Hey everyone, it’s Drew, welcome to my recipe site. Today, I’m gonna show you how to make a distinctive dish, gillian's lokshen kugel. It is one of my favorites. This time, I am going to make it a bit tasty. This will be really delicious.
Gillian's Lokshen Kugel is one of the most well liked of recent trending foods in the world. It’s easy, it is fast, it tastes delicious. It is appreciated by millions daily. Gillian's Lokshen Kugel is something that I’ve loved my entire life. They’re fine and they look wonderful.

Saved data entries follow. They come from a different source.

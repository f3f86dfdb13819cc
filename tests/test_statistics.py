"""Monte Carlo, sensitivities and the corner search, against closed forms and exhaustive loops written here.

Check values: the probability that a uniform (or normal) input lands beyond a limit, computed by hand or with
scipy.stats; the Wilson score interval against scipy.stats.binomtest (Wilson 1927, the method scipy names
"wilson"); the corner search against a scalar loop over every input at its ends and midpoint (closed-form rules)
and against a dense vectorised grid (the simulated turn-off peak).
"""

import dataclasses
import itertools
import json
import math

import numpy as np
import pytest
from scipy import stats

from margincheck.design import load_design
from margincheck.intervals import Interval
from margincheck.montecarlo import monte_carlo, wilson_interval
from margincheck.rules import RULES, evaluate_design
from margincheck.rules.registry import evaluate_at
from margincheck.rules.sampling import given_points, random_plan
from margincheck.sensitivity import with_sensitivities


@pytest.fixture
def bus_design(contract_data, write_design):
    """The contract design with the bus from 360 V to 420 V: the capacitor's derated 400 V (0.8 x 500 V) is
    exceeded on the top third of the interval."""
    contract_data["conditions"]["bus_voltage"] = {"min": "360 V", "max": "420 V"}
    return load_design(write_design(contract_data))


def _capacitor(statistics):
    return next(item for item in statistics if item.rule == "capacitor-voltage")


def _capacitor_finding(design):
    """The capacitor-voltage finding alone (the statistics are listed for the findings given)."""
    return [RULES["capacitor-voltage"].check(design.capacitors[0], design)]


@pytest.mark.reference
@pytest.mark.parametrize("violations, samples", [(0, 100), (3, 100), (50, 100), (1, 20000), (997, 1000)])
def test_wilson_interval_against_scipy(violations, samples):
    """Wilson score interval (Wilson 1927) against scipy.stats.binomtest(...).proportion_ci(method="wilson")."""
    expected = stats.binomtest(violations, samples).proportion_ci(confidence_level=0.95, method="wilson")
    assert wilson_interval(violations, samples) == pytest.approx((expected.low, expected.high), abs=1e-9)


@pytest.mark.reference
def test_uniform_input_violates_on_its_known_fraction(bus_design):
    """P(V_bus > 400 V) for V_bus uniform on [360 V, 420 V] is (420 − 400)/(420 − 360) = 1/3 (hand arithmetic);
    the stated 95 % interval must hold it, and it must be tight at 20,000 samples. (A 95 % interval misses the
    truth for about one seed in twenty; the seed is fixed, so the test is deterministic.)"""
    result = monte_carlo(bus_design, _capacitor_finding(bus_design), samples=20_000, seed=4, simulated=0)
    capacitor = _capacitor(result.statistics)
    low, high = capacitor.interval
    assert low <= 1 / 3 <= high
    assert high - low < 0.015
    assert capacitor.samples == 20_000 and not capacitor.simulated
    # the median margin is at V_bus = 390 V: (400 − 390)/400 = 2.5 % (uniform median), to the sampling noise
    assert capacitor.percentiles[50.0] == pytest.approx(0.025, abs=0.002)


@pytest.mark.reference
def test_normal_input_violates_on_its_tail(bus_design):
    """V_bus normal around 400 V with ±20 V at 3 sigma: P(V_bus > 410 V) = 1 − Φ(1.5) = 0.0668 (scipy.stats.norm)
    against a limit of 410 V (capacitor rated 512.5 V x 0.8)."""
    design = dataclasses.replace(
        bus_design, conditions=dataclasses.replace(bus_design.conditions,
                                                   bus_voltage=Interval(380.0, 400.0, 420.0, "normal", 3.0)),
        capacitors=(dataclasses.replace(bus_design.capacitors[0], rated_voltage=512.5),))
    result = monte_carlo(design, _capacitor_finding(design), samples=40_000, seed=11, simulated=0)
    low, high = _capacitor(result.statistics).interval
    assert low <= stats.norm.sf(1.5) <= high


def test_same_seed_same_samples_and_blocks_agree():
    """A plan's values depend on the seed, and the first points of a block do not depend on its length."""
    interval = Interval(1.0, 2.0, 3.0)
    from margincheck.intervals import Side

    short = random_plan(10, 0, seed=5).values("conditions.bus_voltage", interval, Side.MAX)
    long = random_plan(1000, 0, seed=5).values("conditions.bus_voltage", interval, Side.MAX)
    other = random_plan(10, 0, seed=6).values("conditions.bus_voltage", interval, Side.MAX)
    np.testing.assert_array_equal(short, long[:10])
    assert not np.array_equal(short, other)
    assert ((short >= 1.0) & (short <= 3.0)).all()


def test_sensitivity_of_the_capacitor_voltage_by_hand(bus_design):
    """Margin (400 − V)/400 at V = 360 V and 420 V: +10 % and −5 % (hand arithmetic); the worst corner's own
    margin is reproduced by the re-evaluation."""
    (capacitor,) = with_sensitivities(bus_design, _capacitor_finding(bus_design))
    (swing,) = [item for item in capacitor.sensitivities if item.name == "bus_voltage"]
    assert (swing.margin_at_low, swing.margin_at_high) == pytest.approx((0.10, -0.05))
    assert swing.swing == pytest.approx(0.15)


def test_sensitivities_rank_the_loop_above_the_threshold_for_the_peak(contract_data, write_design):
    """The simulated turn-off peak: the loop inductance (±20 %) moves it more than the threshold spread (the
    ring is V + I·√(L/C)); the worst corner's margin is reproduced by the re-simulation within the integrator's
    tolerance."""
    contract_data["switches"] = contract_data["switches"][:1]
    design = load_design(write_design(contract_data))
    findings = with_sensitivities(design, evaluate_design(design))
    peak = next(finding for finding in findings if finding.rule == "turn-off-overshoot")
    names = [item.name for item in peak.sensitivities]
    assert names.index("loop_inductance") < names.index("v_gs_th")
    at_worst = {item.name: item for item in peak.sensitivities}["loop_inductance"].margin_at_high
    assert at_worst == pytest.approx(peak.margin, abs=0.01)


def _scalar_margins(design, finding):
    """The rule's margin at every combination of each toleranced input's ends and midpoint, one point at a
    time in a Python loop (each point its own evaluation)."""
    axes = [(spread.key, (spread.low, 0.5 * (spread.low + spread.high), spread.high))
            for spread in finding.spreads.values()]
    margins = []
    for values in itertools.product(*(ends for _, ends in axes)):
        point = dict(zip((key for key, _ in axes), values))
        recorded, _ = evaluate_at(design, given_points([point], simulate=False))
        margins.append(float(recorded[finding.rule, finding.subject][0]))
    return margins


def test_corner_search_finds_the_worst_of_a_scalar_loop(contract_data, write_design):
    """Every closed-form finding of the contract design with illustrative thermal data and datasheet switching
    energies (so that the junction temperature is a closed form of six toleranced inputs): the worst corner of
    the search is the worst of an exhaustive scalar loop over every toleranced input's ends and midpoint."""
    device = contract_data["devices"]["demo-sj650"]
    device["characteristics"].update({
        "r_ds_on": {"value": {"nominal": "80 mohm", "max": "100 mohm"}, "t_j": "25 degC", "v_gs": "10 V"},
        "r_ds_on_temperature_coefficient": "0.7 %/K",
        "switching_energy": {"e_on": "100 uJ", "e_off": "50 uJ", "v_ds": "400 V", "i_d": "20 A", "r_g": "10 ohm"}})
    device["thermal"] = {"r_th_jc": {"min": "0.4 K/W", "max": "0.5 K/W"}}
    contract_data["conditions"]["switching_frequency"] = {"min": "38 kHz", "max": "42 kHz"}
    for switch in contract_data["switches"]:
        switch.update({"rms_current": {"nominal": "10 A", "max": "12 A"}, "switched_current": {"min": "15 A",
                                                                                             "max": "20 A"}})
    design = load_design(write_design(contract_data))
    _, needs_cell = evaluate_at(design, given_points([{}], simulate=False))
    closed_form = [finding for finding in evaluate_design(design) if finding.margin is not None
                   and finding.spreads and (finding.rule, finding.subject) not in needs_cell]
    thermal = [finding for finding in closed_form if finding.rule == "junction-temperature"]
    assert thermal and len(thermal[0].spreads) >= 5
    assert {finding.rule for finding in closed_form} >= {"bus-voltage", "capacitor-voltage"}
    for finding in closed_form:
        assert min(_scalar_margins(design, finding)) == pytest.approx(finding.margin, rel=1e-9, abs=1e-12), finding


def test_corner_search_of_the_simulated_peak_against_a_dense_grid(contract_data, write_design):
    """The simulated turn-off peak of Q1: no point of a 5 x 5 x 5 grid over bus, loop and threshold gives a
    higher peak than the corner search reports (the threshold is searched at its ends and midpoint because the
    peak is not monotone in it), to the integrator's 0.5 % tolerance."""
    contract_data["switches"] = contract_data["switches"][:1]
    design = load_design(write_design(contract_data))
    peak = next(finding for finding in evaluate_design(design) if finding.rule == "turn-off-overshoot")
    keys = {name: spread for name, spread in peak.spreads.items() if name in ("bus_voltage", "loop_inductance",
                                                                                 "v_gs_th")}
    assert len(keys) == 3
    grid = [dict(zip((spread.key for spread in keys.values()), values)) for values in itertools.product(
        *(np.linspace(spread.low, spread.high, 5) for spread in keys.values()))]
    recorded, _ = evaluate_at(design, given_points(grid))
    assert np.nanmin(recorded["turn-off-overshoot", "Q1"]) >= peak.margin - 0.005 * abs(peak.margin) - 0.004


def test_monte_carlo_and_sensitivities_through_the_cli(run_cli):
    """--monte-carlo and --sensitivities in the JSON report: every finding's statistics, reproducible by seed."""
    from tests.conftest import EXAMPLES

    arguments = ["check", str(EXAMPLES / "gan-48v-stage.yaml"), "--format", "json", "--monte-carlo", "2000",
                 "--simulated-samples", "8", "--seed", "4", "--sensitivities"]
    first, second = (json.loads(run_cli(*arguments)[1]) for _ in range(2))
    assert first["monte_carlo"] == second["monte_carlo"]
    rules = {(item["rule"], item["subject"]): item for item in first["monte_carlo"]["rules"]}
    assert len(rules) == len(first["findings"])
    assert rules["bus-voltage", "Q1"]["samples"] == 2000
    assert rules["turn-off-overshoot", "Q1"]["samples"] == 8 and rules["turn-off-overshoot", "Q1"]["cell_simulated"]
    ranked = [finding for finding in first["findings"] if finding["sensitivities"]]
    assert ranked and all(math.isfinite(item["swing"]) for finding in ranked for item in finding["sensitivities"])


def test_monte_carlo_section_of_the_terminal_report(run_cli):
    """The terminal report states the sample counts, each rule's probability with its interval and the notes."""
    from tests.conftest import EXAMPLES

    code, out, _ = run_cli("check", str(EXAMPLES / "gan-48v-stage.yaml"), "--monte-carlo", "500",
                           "--simulated-samples", "4")
    assert code == 0
    assert "Monte Carlo: 500 samples, seed 0" in out
    assert "Q1 bus-voltage: P 0 % (0 % to" in out and "of 500 samples" in out
    assert "of 4 samples" in out and "waivers are not applied" in out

To get started with this particular recipe, we must first prepare a few ingredients. You can have gillian's lokshen kugel using 11 ingredients and 8 steps. Here is how you cook that.
The ingredients needed to make Gillian's Lokshen Kugel:
- Prepare 400 g dried egg lokshen (use tagliatelle or wide egg noodles if you cannot find lokshen)
- Get 2 medium eggs, beaten
- Take 3 tablespoons ground cinnamon
- Make ready 4 teaspoons ground ginger
- Prepare 200 g raisins
- Get 1 x 540g can of rhubarb, drained, or 4 sticks of fresh rhubarb cut into 12mm chunks
- Prepare 3 Bramley apples, peeled and coarsely grated
- Prepare 175 g seedless raspberry jam
- Make ready Juice and finely grated zest of 1 lemon
- Take 125 g margarine, plus extra to coat the inside of the baking dish
- Get 3 tablespoons granulated sugar, plus extra to sprinkle on top
Steps to make Gillian's Lokshen Kugel:
- Preheat your oven to 180°C / 350°F / gas mark 4.
- Boil the lokshen or noodles until just al dente, strain and rinse with cold water.
- Put the lokshen back into the pan, add the margarine, jam, lemon zest and juice and stir over a low heat until well combined.
- Add the rest of the ingredients and mix well.
- Grease a baking dish, pour in the lokshen mixture and smooth the top.
- Cover the dish with foil, place on the middle shelf of your preheated oven for 1½ hours.
- Remove the foil and bake for a further 45 minutes until the top of the kugel is well browned and sticky.
- Take the lokshen kugel out of the oven, sprinkle with a tablespoon of sugar and, as Gillian pointed out in the recipe she sent me, all that’s left to do is: ‘Eat the bloody thing!’. Leftovers can be successfully frozen and reheated.